Through the use of a sensitive gene-specific in vivo repair assay, we have shown that Chlamydomonas cells that overexpress the class II DNA photolyase PHR2 have an increased ability to perform photoreactivation in both the chloroplast and the nucleus. Through the use of this same assay, we were also able to show that phr1, a photoreactivation-deficient mutant of Chlamydomonas, is deficient not only in nuclear photorepair, but also in chloroplast photoreactivation. Finally, we have shown that PHR2 requires functional phr1 for full activity.
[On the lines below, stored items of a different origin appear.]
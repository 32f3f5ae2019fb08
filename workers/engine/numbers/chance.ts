/**
 * What ISPC does without any synchrony: the N unit vectors point anywhere. R^2 is then close to
 * exponential with mean 1/N (Rayleigh), good from about 10 epochs on.
 */

/** Expected ISPC of N epochs by chance, sqrt(pi / 4N); 1 for a single epoch. */
export function chanceIspc(epochs: number): number {
  return epochs < 2 ? 1 : Math.sqrt(Math.PI / (4 * epochs));
}

/**
 * ISPC that chance alone passes with probability p, sqrt(-ln p / N), for one test. The
 * approximation is conservative; it leaves [0, 1] at few epochs and is then 1.
 */
export function criticalIspc(epochs: number, p: number): number {
  return Math.min(1, Math.sqrt(-Math.log(p) / epochs));
}

/** Sd of the difference of two ISPC by chance, sqrt((1 - pi/4)(1/nA + 1/nB)). */
export function differenceSd(epochsA: number, epochsB: number): number {
  return Math.sqrt((1 - Math.PI / 4) * (1 / epochsA + 1 / epochsB));
}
Given that amino acid sequence analysis of PHR2 suggests that it contains a chloroplast targeting sequence, we anticipated that overexpression of PHR2 in Chlamydomonas would result in an increased ability to photoreactivate in the chloroplast. However, the finding that overexpressing PHR2 also increased photoreactivation in the nucleus was more surprising. It is possible that the localization of PHR2 to one of these organelles is a side-effect of overexpression. This seems unlikely, however, since we were able to show that the phr1 mutation affects both cellular compartments and is required for full activity of PHR2 protein. Although the class I DNA photolyase from Saccharomyces cerevisiae has been reported to localize to both the mitochondria and the nucleus (22), this is the first report of a class II DNA photolyase being targeted to two organelles, and the only photolyase that has been localized to the chloroplast and the nucleus. The signals responsible for directing PHR2 to these subcellular locations still remain to be determined. There are several examples of gene products from the human base excision repair pathway that are localized to two distinct cellular compartments, specifically the mitochondria and the nucleus. hMYH and hOGG1, which encode the human mutY homolog and 8-oxoguanine DNA glycosylase, respectively, are alternatively spliced to generate gene products specific for these two compartments (23–25). The human uracil-DNA glycosylase gene, UNG, uses alternative transcription starts and splicing to produce two proteins, UNG1 and UNG2, which are targeted to the mitochondria and the nucleus, respectively (26). It has also been reported that the human homolog of E.coli endonuclease III, hNTH1, contains dual transport signals that direct it to both the mitochondria and the nucleus (25,27). Northern blot analysis of Chlamydomonas poly(A)⁺ RNA with a PHR2-specific probe did not indicate the presence of more than one size of message, although the presence of two mRNAs with similar sizes encoding different protein products with different targeting sequences may not have been detectable (12). Additionally, anti-Myc western blot analysis of cells overexpressing the PHR2 Myc-His gene reveals one protein of the predicted molecular mass of PHR2 Myc-His (Fig. 1A, lane 3). Based on these data, we are inclined to believe that the PHR2 gene encodes a single protein that contains transport signals for both the nucleus and the chloroplast.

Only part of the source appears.